Przy okazji należy zadać pytanie, czy zamawiający może żądać przygotowania dokumentacji projektowej w formacie komercyjnym. Uznając zapisy ustawy – Prawo zamówień publicznych, a szczególnie art. 29, należy wskazać, że takie żądanie jest niezgodne z przepisami, przedmiotu zamówienia nie można bowiem opisywać w sposób, który mógłby utrudniać uczciwą konkurencję. Dodatkowo przedmiotu zamówienia nie można opisywać przez wskazanie znaków towarowych lub pochodzenia, chyba że jest to uzasadnione specyfiką przedmiotu zamówienia i zamawiający nie może opisać przedmiotu zamówienia za pomocą dostatecznie dokładnych określeń, a wskazaniu takiemu towarzyszą wyrazy „lub równoważny”. Zamawiający nie może więc przywołać argumentu, że tylko żądany format pliku (i żaden inny) jest przez niego używany.

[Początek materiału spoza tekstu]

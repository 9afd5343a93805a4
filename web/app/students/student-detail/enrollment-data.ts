import { Injectable } from '@angular/core';
import { ApiData } from '../../core/state/api-data';
import type { Observable } from 'rxjs';
import {
  enrollmentSchema,
  type Enrollment,
  type EnrollmentInput,
  type EnrollmentPatch,
} from '@shared/api/enrollment';

/** Seats students in ensembles through `/api/enrollments`. */
@Injectable({ providedIn: 'root' })
export class EnrollmentData extends ApiData {
  create(input: EnrollmentInput): Observable<Enrollment> {
    return this.write('POST', '/api/enrollments', input, enrollmentSchema);
  }

  update(id: number, patch: EnrollmentPatch): Observable<Enrollment> {
    return this.write('PATCH', `/api/enrollments/${id}`, patch, enrollmentSchema);
  }
}
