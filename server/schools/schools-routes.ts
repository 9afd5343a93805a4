import type { Router } from 'express';
import { schoolInputSchema, schoolPatchSchema } from '@shared/api/school';
import { recordRoutes } from '../core/routes';
import type { Services } from '../services';
import {
  createSchool,
  deleteSchool,
  getSchool,
  listSchools,
  updateSchool,
} from './schools-service';

/** `/api/schools`: everyone with a school view reads; the coordinator changes. */
export function schoolsRoutes({ db }: Services): Router {
  return recordRoutes(
    db,
    {
      path: '/schools',
      capabilities: ['schools:read', 'schools:write'],
      input: [schoolInputSchema, 'The school'],
      patch: schoolPatchSchema,
    },
    {
      list: listSchools,
      get: getSchool,
      create: createSchool,
      update: updateSchool,
      remove: deleteSchool,
    },
  );
}
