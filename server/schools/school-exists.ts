import { eq } from 'drizzle-orm';
import type { Database, Transaction } from '../db/client';
import { schools } from '../db/schema/index';
import { badRequest } from '../core/errors';

/** Refuses with 400, naming `field`, a school id that is none of the district's schools. */
export async function assertDistrictSchool(
  db: Database | Transaction,
  schoolId: number,
  field: string,
): Promise<void> {
  const [school] = await db
    .select({ id: schools.id })
    .from(schools)
    .where(eq(schools.id, schoolId));
  if (!school) {
    throw badRequest('There is no such school.', [
      { field, message: 'Choose one of the district’s schools.' },
    ]);
  }
}
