import { schoolInputSchema, schoolPatchSchema } from '@shared/api/school';
import { recordRoutes } from '../core/routes';
import {
  createSchool,
  deleteSchool,
  getSchool,
  listSchools,
  updateSchool,
} from './schools-service';

/** `/api/schools`: everyone with a school view reads; the coordinator changes. */
export const schoolsRoutes = recordRoutes('/schools', {
  read: ['schools:read', listSchools, getSchool],
  create: ['schools:write', schoolInputSchema, 'The school', createSchool],
  update: ['schools:write', schoolPatchSchema, updateSchool],
  remove: ['schools:write', deleteSchool],
});
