import { ChangeDetectionStrategy, Component, computed, input, model } from '@angular/core';
import { MatButtonModule } from '@angular/material/button';

/** A page of a list as the API answers it: the rows shown and how many there are in all. */
export interface ListPageRead {
  rows: readonly unknown[];
  total: number;
}

/**
 * The line under a table read a page at a time, newest first: which rows are shown of how many,
 * and the buttons to the newer and older pages. The page may add its own spacing (`.pager`).
 */
@Component({
  selector: 'tb-pager',
  imports: [MatButtonModule],
  template: `
    <span class="tb-muted">{{ offset() + 1 }}–{{ offset() + shown() }} of {{ page().total }}</span>
    <button mat-button type="button" [disabled]="offset() === 0" (click)="turn(-1)">Newer</button>
    <button
      mat-button
      type="button"
      [disabled]="offset() + shown() >= page().total"
      (click)="turn(1)"
    >
      Older
    </button>
  `,
  styles: `
    :host {
      display: flex;
      justify-content: flex-end;
      align-items: center;
      gap: 8px;
    }
  `,
  changeDetection: ChangeDetectionStrategy.OnPush,
})
export class Pager {
  /** The first row's place in the whole list, from 0. */
  readonly offset = model.required<number>();
  readonly pageSize = input.required<number>();
  /** The page shown: its rows, and how many there are in all. */
  readonly page = input.required<ListPageRead>();
  protected readonly shown = computed(() => this.page().rows.length);

  protected turn(step: 1 | -1): void {
    this.offset.set(Math.max(0, this.offset() + step * this.pageSize()));
  }
}
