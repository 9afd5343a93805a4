import { WhenPipe } from '../../core/format/formats';
import {
  ChangeDetectionStrategy,
  Component,
  computed,
  inject,
  input,
  output,
  signal,
} from '@angular/core';
import { MatButtonModule } from '@angular/material/button';
import { MatFormFieldModule } from '@angular/material/form-field';
import { MatIconModule } from '@angular/material/icon';
import { MatSelectModule } from '@angular/material/select';
import type { SchoolSummary } from '@shared/api/me';
import type { StudentDetail } from '@shared/api/student';
import { isConflict } from '../../core/forms/record-form';
import { errorMessage } from '../../core/parse';
import { StudentData } from './student-data';
import { createWrite } from '../../core/state/write';

/** The student's school, the "Move to another school" action, and the moves so far. */
@Component({
  selector: 'tb-student-moves',
  imports: [WhenPipe, MatButtonModule, MatFormFieldModule, MatIconModule, MatSelectModule],
  template: `
    <section aria-labelledby="school-title">
      <h2 id="school-title">School</h2>
      <p class="current">
        <strong>{{ student().school.name }}</strong> ·
        <span class="tb-muted">{{ student().school.code }}</span>
      </p>
      @if (editable() && otherSchools().length > 0) {
        @if (choosing()) {
          <div class="move">
            <mat-form-field appearance="outline" subscriptSizing="dynamic" class="grow">
              <mat-label>Move to</mat-label>
              <mat-select
                [value]="target()"
                (selectionChange)="target.set($event.value)"
                data-testid="move-target"
              >
                @for (school of otherSchools(); track school.id) {
                  <mat-option [value]="school.id">{{ school.name }}</mat-option>
                }
              </mat-select>
            </mat-form-field>
            <button mat-flat-button type="button" [disabled]="!target() || busy()" (click)="move()">
              Move
            </button>
            <button mat-button type="button" (click)="choosing.set(false)">Cancel</button>
          </div>
          <p class="tb-muted hint">
            Seats in the old school's ensembles end; the record, its pass-offs and its history stay
            with the student.
          </p>
        } @else {
          <button
            mat-stroked-button
            type="button"
            (click)="choosing.set(true)"
            data-testid="move-student"
          >
            Move to another school
          </button>
        }
      }
      @if (message()) {
        <p class="message" role="alert">{{ message() }}</p>
      }
      <h3>School history</h3>
      @if (student().moves.length === 0) {
        <p class="tb-muted">No moves: at {{ student().school.code }} since the record began.</p>
      } @else {
        <ol class="moves" data-testid="student-moves">
          @for (move of student().moves; track move.id) {
            <li>
              <span>{{ move.fromSchool?.code ?? 'New' }} → {{ move.toSchool.code }}</span>
              <span class="tb-muted"
                >{{ move.movedAt | when
                }}{{ move.movedByName ? ' · ' + move.movedByName : '' }}</span
              >
            </li>
          }
        </ol>
      }
    </section>
  `,
  styles: `
    h2 {
      margin: 0 0 8px;
      font-size: 1.05rem;
      font-weight: 600;
    }
    h3 {
      margin: 16px 0 6px;
      font-size: 0.95rem;
      font-weight: 600;
      color: var(--tb-text-muted);
    }
    .current {
      margin: 0 0 12px;
    }
    .move {
      display: flex;
      gap: 8px;
      align-items: center;
      flex-wrap: wrap;
    }
    .grow {
      flex: 1;
      min-width: 180px;
    }
    .hint {
      font-size: 0.85rem;
      margin: 6px 0 0;
    }
    .message {
      color: var(--tb-danger);
    }
    .moves {
      list-style: none;
      margin: 0;
      padding: 0;
    }
    .moves li {
      display: flex;
      justify-content: space-between;
      gap: 8px;
      padding: 6px 0;
      border-bottom: 1px solid var(--tb-line);
    }
    .moves li:last-child {
      border-bottom: 0;
    }
  `,
  changeDetection: ChangeDetectionStrategy.OnPush,
})
export class StudentMoves {
  private readonly write = createWrite();
  private readonly studentData = inject(StudentData);

  readonly student = input.required<StudentDetail>();
  /** The schools the user works with. */
  readonly schools = input<SchoolSummary[]>([]);
  readonly editable = input(false);
  /** The student moved (or the record changed meanwhile); it should be loaded again. */
  readonly moved = output<void>();

  protected readonly choosing = signal(false);
  protected readonly target = signal<number | null>(null);
  protected readonly busy = signal(false);
  protected readonly message = signal('');
  protected readonly otherSchools = computed(() =>
    this.schools().filter((school) => school.id !== this.student().schoolId),
  );

  protected move(): void {
    const toSchoolId = this.target();
    if (!toSchoolId) return;
    this.busy.set(true);
    this.message.set('');
    const request = this.studentData.move(this.student().id, {
      toSchoolId,
      version: this.student().version,
    });
    this.write.send(request, {
      next: () => {
        this.busy.set(false);
        this.choosing.set(false);
        this.moved.emit();
      },
      error: (error: unknown) => {
        this.busy.set(false);
        if (isConflict(error)) {
          this.message.set(
            'Someone else changed this student meanwhile. The record is loaded again; try the move once more.',
          );
          this.moved.emit();
        } else {
          this.message.set(errorMessage(error));
        }
      },
    });
  }
}
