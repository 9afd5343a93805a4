import {
  ChangeDetectionStrategy,
  Component,
  computed,
  inject,
  input,
  output,
  signal,
} from '@angular/core';
import { NonNullableFormBuilder, ReactiveFormsModule } from '@angular/forms';
import { MatButtonModule } from '@angular/material/button';
import { MatFormFieldModule } from '@angular/material/form-field';
import { MatIconModule } from '@angular/material/icon';
import { MatInputModule } from '@angular/material/input';
import { MatSelectModule, type MatSelectChange } from '@angular/material/select';
import { RouterLink } from '@angular/router';
import { enrollmentInputSchema } from '@shared/api/enrollment';
import type { Ensemble } from '@shared/api/ensemble';
import type { StudentDetail, StudentEnrollment } from '@shared/api/student';
import { instruments } from '@shared/music/instrument-data';
import {
  fieldMessage,
  isConflict,
  schemaValidator,
  showFieldErrors,
} from '../../core/forms/record-form';
import { errorMessage } from '../../core/parse';
import { EnsembleData } from '../../ensembles/ensemble-data';
import { EnrollmentData } from './enrollment-data';
import { createWrite } from '../../core/state/write';

const seatFields = enrollmentInputSchema.shape;

/** A student's seats in ensembles: change the instrument, take the student out, seat them anew. */
@Component({
  selector: 'tb-student-seats',
  imports: [
    ReactiveFormsModule,
    RouterLink,
    MatButtonModule,
    MatFormFieldModule,
    MatIconModule,
    MatInputModule,
    MatSelectModule,
  ],
  templateUrl: './student-seats.html',
  styleUrl: './student-seats.scss',
  changeDetection: ChangeDetectionStrategy.OnPush,
})
export class StudentSeats {
  private readonly write = createWrite();
  private readonly enrollmentData = inject(EnrollmentData);
  private readonly ensembleData = inject(EnsembleData);

  readonly student = input.required<StudentDetail>();
  /** Whether the user may change the seats. */
  readonly editable = input(false);
  /** A seat changed; the record should be loaded again. */
  readonly changed = output<void>();

  protected readonly instruments = instruments;
  private readonly schoolId = computed(() => this.student().schoolId);
  private readonly schoolEnsembles = this.ensembleData.ofSchool(this.schoolId);
  protected readonly ensembles = computed<Ensemble[]>(() =>
    this.schoolEnsembles.hasValue() ? this.schoolEnsembles.value().rows : [],
  );
  protected readonly seats = computed(() =>
    this.student().enrollments.filter((seat) => seat.active),
  );
  protected readonly openEnsembles = computed(() => {
    const seated = new Set(this.seats().map((seat) => seat.ensembleId));
    return this.ensembles().filter((ensemble) => !seated.has(ensemble.id));
  });
  protected readonly adding = signal(false);
  protected readonly busy = signal(false);
  protected readonly message = signal('');
  protected readonly fieldMessage = fieldMessage;

  protected readonly seatForm = inject(NonNullableFormBuilder).group({
    ensembleId: [null as number | null, schemaValidator(seatFields.ensembleId)],
    instrumentId: ['', schemaValidator(seatFields.instrumentId)],
    part: ['', schemaValidator(seatFields.part)],
    chair: [null as number | null, schemaValidator(seatFields.chair)],
  });

  protected changeInstrument(seat: StudentEnrollment, change: MatSelectChange<string>): void {
    this.patch(seat, { instrumentId: change.value }, 'Instrument changed.');
  }

  protected remove(seat: StudentEnrollment): void {
    this.patch(seat, { active: false }, `Taken out of ${seat.ensembleName}.`);
  }

  protected startAdding(): void {
    this.seatForm.reset({
      ensembleId: null,
      instrumentId: this.seats()[0]?.instrumentId ?? '',
      part: '',
      chair: null,
    });
    this.adding.set(true);
  }

  protected addSeat(): void {
    this.seatForm.markAllAsTouched();
    if (this.seatForm.invalid || this.busy()) return;
    const values = this.seatForm.getRawValue();
    const input = enrollmentInputSchema.parse({
      ...values,
      chair: values.chair || null,
      studentId: this.student().id,
    });
    this.busy.set(true);
    this.message.set('');
    this.write.send(this.enrollmentData.create(input), {
      next: (seat) => {
        this.busy.set(false);
        this.adding.set(false);
        this.message.set(`Seated in ${seat.ensembleName}.`);
        this.changed.emit();
      },
      error: (error: unknown) => {
        this.busy.set(false);
        if (!showFieldErrors(this.seatForm, error)) this.message.set(errorMessage(error));
      },
    });
  }

  private patch(
    seat: StudentEnrollment,
    change: { instrumentId?: string; active?: boolean },
    done: string,
  ): void {
    this.busy.set(true);
    this.message.set('');
    this.write.send(this.enrollmentData.update(seat.id, { ...change, version: seat.version }), {
      next: () => {
        this.busy.set(false);
        this.message.set(done);
        this.changed.emit();
      },
      error: (error: unknown) => {
        this.busy.set(false);
        this.message.set(
          isConflict(error)
            ? 'Someone else changed this seat meanwhile. The record is loaded again; check it and try once more.'
            : errorMessage(error),
        );
        if (isConflict(error)) this.changed.emit();
      },
    });
  }
}
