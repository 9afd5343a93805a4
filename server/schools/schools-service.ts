import { and, count, eq, ilike, inArray, or, sql, type SQL } from 'drizzle-orm';
import { z } from 'zod';
import type { Database } from '../db/client';
import { schools, students } from '../db/schema/index';
import type { ListResponse } from '../../shared/api/list';
import type { School, SchoolInput } from '../../shared/api/school';
import { schoolLevels, schoolPatchSchema } from '../../shared/api/school';
import { assertInScope, schoolScope, type Actor } from '../core/policy';
import { likePattern, orderFor, parseListQuery } from '../core/list-query';
import { recordAudit } from '../core/audit';
import { badRequest, notFound } from '../core/errors';
import { updateVersioned } from '../core/versioned-update';

const schoolFilters = z.object({
  level: z.enum(schoolLevels).optional(),
  code: z.string().optional(),
});

// Written out with table names: Drizzle leaves columns unqualified in a one-table select.
// Active students from the per-school counts the student triggers keep (migration 0009).
const studentCount = sql<number>`(select coalesce(sum(c.students), 0)::int from student_counts c where c.school_id = "schools"."id" and c.status = 'active')`;
const ensembleCount = sql<number>`(select count(*)::int from ensembles e where e.school_id = "schools"."id")`;

const sortable = {
  code: schools.code,
  name: schools.name,
  level: schools.level,
  studentCount,
  ensembleCount,
};

function toSchool(
  row: Pick<typeof schools.$inferSelect, keyof typeof schoolColumns> & {
    studentCount?: number;
    ensembleCount?: number;
  },
): School {
  return {
    id: row.id,
    code: row.code,
    name: row.name,
    level: row.level as School['level'],
    address: row.address,
    version: row.version,
    studentCount: row.studentCount,
    ensembleCount: row.ensembleCount,
  };
}

function scopeCondition(actor: Actor): SQL | undefined {
  const scope = schoolScope(actor);
  if (scope === 'all') return undefined;
  return scope.length ? inArray(schools.id, scope) : sql`false`;
}

/** The schools the actor may see, filtered, sorted and paged. */
export async function listSchools(
  db: Database,
  actor: Actor,
  query: unknown,
): Promise<ListResponse<School>> {
  const list = parseListQuery(query, schoolFilters);
  const conditions = [scopeCondition(actor)];
  if (list.q) {
    const pattern = likePattern(list.q);
    conditions.push(or(ilike(schools.name, pattern), ilike(schools.code, pattern)));
  }
  if (list.level) conditions.push(eq(schools.level, list.level));
  if (list.code) conditions.push(eq(schools.code, list.code.toUpperCase()));
  const where = and(...conditions);
  const [rows, [total]] = await Promise.all([
    db
      .select({ ...schoolColumns, studentCount, ensembleCount })
      .from(schools)
      .where(where)
      .orderBy(...orderFor(list.sort, sortable, 'name:asc', schools.id))
      .limit(list.limit)
      .offset(list.offset),
    db.select({ total: count() }).from(schools).where(where),
  ]);
  return { rows: rows.map(toSchool), total: total!.total };
}

const schoolColumns = {
  id: schools.id,
  code: schools.code,
  name: schools.name,
  level: schools.level,
  address: schools.address,
  version: schools.version,
  createdAt: schools.createdAt,
  updatedAt: schools.updatedAt,
};

/** One school, when the actor may see it. */
export async function getSchool(db: Database, actor: Actor, id: number): Promise<School> {
  assertInScope(actor, id, 'That school');
  const [row] = await db
    .select({ ...schoolColumns, studentCount, ensembleCount })
    .from(schools)
    .where(eq(schools.id, id));
  if (!row) throw notFound('That school');
  return toSchool(row);
}

async function assertCodeFree(db: Database, code: string, exceptId?: number) {
  const [clash] = await db.select({ id: schools.id }).from(schools).where(eq(schools.code, code));
  if (clash && clash.id !== exceptId) {
    throw badRequest(`The school code ${code} is already used.`, [
      { field: 'code', message: `${code} is already the code of another school.` },
    ]);
  }
}

/** Adds a school (coordinator only; the route checks the capability). */
export async function createSchool(
  db: Database,
  actor: Actor,
  input: SchoolInput,
): Promise<School> {
  await assertCodeFree(db, input.code);
  return db.transaction(async (tx) => {
    const [row] = await tx.insert(schools).values(input).returning();
    await recordAudit(tx, actor, {
      action: 'create',
      entity: 'school',
      entityId: row!.id,
      after: row,
    });
    return toSchool(row!);
  });
}

/** Changes a school, refusing a stale version. */
export async function updateSchool(
  db: Database,
  actor: Actor,
  id: number,
  patch: z.infer<typeof schoolPatchSchema>,
): Promise<School> {
  const { version, ...changes } = patch;
  if (changes.code) await assertCodeFree(db, changes.code, id);
  return db.transaction(async (tx) => {
    const [before] = await tx.select().from(schools).where(eq(schools.id, id));
    const after = await updateVersioned(tx, schools, id, version, changes, 'That school');
    await recordAudit(tx, actor, {
      action: 'update',
      entity: 'school',
      entityId: id,
      before,
      after,
    });
    return toSchool(after);
  });
}

/** Removes a school that has no students or ensembles. */
export async function deleteSchool(db: Database, actor: Actor, id: number): Promise<void> {
  const school = await getSchool(db, actor, id);
  const [{ value: studentsThere }] = (await db
    .select({ value: count() })
    .from(students)
    .where(eq(students.schoolId, id))) as [{ value: number }];
  if (studentsThere > 0 || (school.ensembleCount ?? 0) > 0) {
    throw badRequest(
      `${school.name} still has ${studentsThere} students and ${school.ensembleCount} ensembles; move or remove them first.`,
    );
  }
  await db.transaction(async (tx) => {
    const [before] = await tx.delete(schools).where(eq(schools.id, id)).returning();
    await recordAudit(tx, actor, { action: 'delete', entity: 'school', entityId: id, before });
  });
}
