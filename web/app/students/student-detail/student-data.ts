import type { HttpResourceRef } from '@angular/common/http';
import { Injectable } from '@angular/core';
import { ApiData } from '../../core/state/api-data';
import { map, type Observable } from 'rxjs';
import {
  studentDetailSchema,
  studentListSchema,
  studentSchema,
  type Student,
  type StudentDetail,
  type StudentInput,
  type StudentMove,
  type StudentPatch,
} from '@shared/api/student';
import { parsedWith } from '../../core/parse';

/** Reads and writes student records through `/api/students`. */
@Injectable({ providedIn: 'root' })
export class StudentData extends ApiData {
  /**
   * Up to `limit` active students of the user's schools whose name or student id matches
   * `text`, as a picker offers them (the API answers only the user's own schools' students).
   */
  findActive(text: string, limit: number): Observable<Student[]> {
    return this.http.get('/api/students', { params: { q: text, status: 'active', limit } }).pipe(
      parsedWith(studentListSchema),
      map((list) => list.rows),
    );
  }

  /** The record of `id()` with its school, seats and moves; idle while `id()` is undefined. */
  record(id: () => number | undefined): HttpResourceRef<StudentDetail | undefined> {
    return this.resource(
      () => (id() === undefined ? undefined : `/api/students/${id()}`),
      studentDetailSchema,
    );
  }

  create(input: StudentInput): Observable<Student> {
    return this.write('POST', '/api/students', input, studentSchema);
  }

  update(id: number, patch: StudentPatch): Observable<Student> {
    return this.write('PATCH', `/api/students/${id}`, patch, studentSchema);
  }

  /** Moves the student to another school; the move is kept in their history. */
  move(id: number, move: StudentMove): Observable<unknown> {
    return this.http.post(`/api/students/${id}/move`, move);
  }
}
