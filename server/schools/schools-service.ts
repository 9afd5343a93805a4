import { and, count, eq, inArray, isNotNull, isNull, sql, type SQL } from 'drizzle-orm';
import { alias } from 'drizzle-orm/pg-core';
import { z } from 'zod';
import type { Database } from '../db/client';
import { schools, students } from '../db/schema/index';
import type { ListResponse } from '@shared/api/list';
import type { School, SchoolInput, SchoolPatch } from '@shared/api/school';
import { schoolLevels } from '@shared/api/school';
import { assertInScope, schoolScope, type Actor } from '../core/policy';
import { listPage, matchesText, orderFor, parseListQuery } from '../core/list-query';
import { recordAudit } from '../core/audit';
import { badRequest, notFound } from '../core/errors';
import { createThenRead, insertAudited, updateAudited } from '../core/versioned-update';

const schoolFilters = z.object({
  level: z.enum(schoolLevels).optional(),
  code: z.string().optional(),
  /** open: schools not closed; closed: the closed ones; all (the default): both. */
  status: z.enum(['open', 'closed', 'all']).optional(),
});

const sendsTo = alias(schools, 'sends_to');

// Written out with table names: Drizzle leaves columns unqualified in a one-table select.
// Active students from the per-school counts the student triggers keep (migration 0009).
const studentCount = sql<number>`(select coalesce(sum(c.students), 0)::int from student_counts c where c.school_id = "schools"."id" and c.status = 'active')`;
const ensembleCount = sql<number>`(select count(*)::int from ensembles e where e.school_id = "schools"."id")`;

const sortable = {
  code: schools.code,
  name: schools.name,
  level: schools.level,
  studentCount,
  ensembleCount,
};

type SchoolRow = typeof schools.$inferSelect & {
  studentCount?: number;
  ensembleCount?: number;
  sendsToCode?: string | null;
  sendsToName?: string | null;
};

function toSchool(row: SchoolRow): School {
  return {
    id: row.id,
    code: row.code,
    name: row.name,
    level: row.level as School['level'],
    address: row.address,
    lowestGrade: row.lowestGrade,
    highestGrade: row.highestGrade,
    sendsToSchoolId: row.sendsToSchoolId,
    sendsTo:
      row.sendsToSchoolId !== null && row.sendsToCode && row.sendsToName
        ? { id: row.sendsToSchoolId, code: row.sendsToCode, name: row.sendsToName }
        : null,
    closedOn: row.closedOn,
    version: row.version,
    studentCount: row.studentCount,
    ensembleCount: row.ensembleCount,
  };
}

function scopeCondition(actor: Actor): SQL | undefined {
  const scope = schoolScope(actor);
  if (scope === 'all') return undefined;
  return scope.length ? inArray(schools.id, scope) : sql`false`;
}

/** The schools the actor may see, filtered, sorted and paged. */
export async function listSchools(
  db: Database,
  actor: Actor,
  query: unknown,
): Promise<ListResponse<School>> {
  const list = parseListQuery(query, schoolFilters);
  const conditions = [scopeCondition(actor)];
  conditions.push(matchesText(list.q, [schools.name, schools.code]));
  if (list.level) conditions.push(eq(schools.level, list.level));
  if (list.code) conditions.push(eq(schools.code, list.code.toUpperCase()));
  if (list.status === 'open') conditions.push(isNull(schools.closedOn));
  if (list.status === 'closed') conditions.push(isNotNull(schools.closedOn));
  const where = and(...conditions);
  return listPage(
    list,
    orderFor(list.sort, sortable, 'name:asc', schools.id),
    db
      .select({ ...schoolColumns, studentCount, ensembleCount })
      .from(schools)
      .leftJoin(sendsTo, eq(sendsTo.id, schools.sendsToSchoolId))
      .where(where)
      .$dynamic(),
    db.select({ total: count() }).from(schools).where(where),
    toSchool,
  );
}

const schoolColumns = {
  id: schools.id,
  code: schools.code,
  name: schools.name,
  level: schools.level,
  address: schools.address,
  lowestGrade: schools.lowestGrade,
  highestGrade: schools.highestGrade,
  sendsToSchoolId: schools.sendsToSchoolId,
  sendsToCode: sendsTo.code,
  sendsToName: sendsTo.name,
  closedOn: schools.closedOn,
  version: schools.version,
  createdAt: schools.createdAt,
  updatedAt: schools.updatedAt,
};

/** One school, when the actor may see it. */
export async function getSchool(db: Database, actor: Actor, id: number): Promise<School> {
  assertInScope(actor, id, 'That school');
  const [row] = await db
    .select({ ...schoolColumns, studentCount, ensembleCount })
    .from(schools)
    .leftJoin(sendsTo, eq(sendsTo.id, schools.sendsToSchoolId))
    .where(eq(schools.id, id));
  if (!row) throw notFound('That school');
  return toSchool(row);
}

async function assertCodeFree(db: Database, code: string, exceptId?: number) {
  const [clash] = await db.select({ id: schools.id }).from(schools).where(eq(schools.code, code));
  if (clash && clash.id !== exceptId) {
    throw badRequest(`The school code ${code} is already used.`, [
      { field: 'code', message: `${code} is already the code of another school.` },
    ]);
  }
}

/** Adds a school (coordinator only; the route checks the capability). */
export async function createSchool(
  db: Database,
  actor: Actor,
  input: SchoolInput,
): Promise<School> {
  await assertCodeFree(db, input.code);
  await assertSendsTo(db, input.sendsToSchoolId);
  return createThenRead(
    db,
    (tx) => insertAudited(tx, actor, schools, input, 'school'),
    (id) => getSchool(db, actor, id),
  );
}

/** Changes a school, refusing a stale version. */
export async function updateSchool(
  db: Database,
  actor: Actor,
  id: number,
  patch: SchoolPatch,
): Promise<School> {
  const { version, ...changes } = patch;
  if (changes.code) await assertCodeFree(db, changes.code, id);
  await assertSendsTo(db, changes.sendsToSchoolId, id);
  await db.transaction(async (tx) => {
    const target = { table: schools, id, entity: 'school', what: 'That school' };
    const { after } = await updateAudited(tx, actor, target, version, changes);
    if (
      after.lowestGrade !== null &&
      after.highestGrade !== null &&
      after.lowestGrade > after.highestGrade
    ) {
      throw badRequest('The lowest grade served is above the highest.', [
        { field: 'highestGrade', message: 'The lowest grade served is above the highest.' },
      ]);
    }
  });
  return getSchool(db, actor, id);
}

/** The school students move up to must exist, be open, and not be the school itself. */
async function assertSendsTo(
  db: Database,
  sendsToSchoolId: number | null | undefined,
  selfId?: number,
) {
  if (sendsToSchoolId === null || sendsToSchoolId === undefined) return;
  const refuse = (message: string) => {
    throw badRequest(message, [{ field: 'sendsToSchoolId', message }]);
  };
  if (sendsToSchoolId === selfId) refuse('A school cannot send its students on to itself.');
  const [target] = await db
    .select({ id: schools.id, closedOn: schools.closedOn })
    .from(schools)
    .where(eq(schools.id, sendsToSchoolId));
  if (!target) refuse('The school students move up to does not exist.');
  if (target!.closedOn) refuse('The school students move up to is closed.');
}

/** Removes a school that has no students or ensembles. */
export async function deleteSchool(db: Database, actor: Actor, id: number): Promise<void> {
  const school = await getSchool(db, actor, id);
  const [{ value: studentsThere }] = (await db
    .select({ value: count() })
    .from(students)
    .where(eq(students.schoolId, id))) as [{ value: number }];
  if (studentsThere > 0 || (school.ensembleCount ?? 0) > 0) {
    throw badRequest(
      `${school.name} still has ${studentsThere} students and ${school.ensembleCount} ensembles; move or remove them first.`,
    );
  }
  const [feeder] = await db
    .select({ name: schools.name })
    .from(schools)
    .where(eq(schools.sendsToSchoolId, id))
    .limit(1);
  if (feeder) {
    throw badRequest(
      `${feeder.name} sends its students on to ${school.name}; change that first, or close ${school.name} instead.`,
    );
  }
  await db.transaction(async (tx) => {
    const [before] = await tx.delete(schools).where(eq(schools.id, id)).returning();
    await recordAudit(tx, actor, { action: 'delete', entity: 'school', entityId: id, before });
  });
}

Oczywiście do rozstrzygnięcia pozostaje, co oznacza „format równoważny”. Czy w przypadku np. plików CAD może to być jakikolwiek inny format zapisany w dowolnym programie CAD, czy powinien to być taki format, który jest kompatybilny z oprogramowaniem zamawiającego?
Należy również podkreślić, że wersja elektroniczna jest przecież kopią wersji papierowej dokumentacji projektowej i nie powinna się niczym od niej różnić. Nasze przepisy niestety nie regulują tego zagadnienia – np. w zakresie uwierzytelnienia wersji elektronicznej projektu. Z przyczyn czysto praktycznych oraz możliwości edycyjnych urządzeń i oprogramowania bardzo często dokumentacja projektowa w wersji cyfrowej, pomimo że całkowicie zgodna z wersją papierową, przygotowana jest dla konkretnego tomu projektu w kilku niezależnych plikach, np. osobno z rysunkami, osobno z dokumentami. Czy w takim razie jest wierną kopią projektu?
Cyfrowy świat otwiera przed nami nowe możliwości. Powinniśmy więc je wykorzystywać z rozsądkiem i w sposób optymalny. Oczywiste jest, że dla decyzji administracyjnych – na razie – jeszcze konieczne jest przygotowywanie wersji papierowej dokumentów. Ale czy rzeczywiście dzisiaj niezbędne jest, aby projekty wykonawcze czy szeroko rozumiane dokumenty przetargowe musiały być przygotowywane w wersji papierowej? Czy do przygotowania przetargu i realizacji inwestycji nie wystarczy wersja elektroniczna, która przecież dodatkowo daje dużo większe możliwości odczytu i analizy projektu niż wersja tradycyjna. Można jeszcze spróbować zrozumieć, że inwestor (i może wykonawca) chciałby dysponować w swoim archiwum wersją papierową projektu (choć przecież w archiwum można również gromadzić wersje elektroniczne projektów – jaka to oszczędność miejsca). Niestety w dzisiejszych czasach prawdziwą rozrzutnością jest zamawianie przez inwestorów kilkanaście (sic!) kompletów projektów wykonawczych, zwłaszcza na potrzeby ogłoszenia przetargu.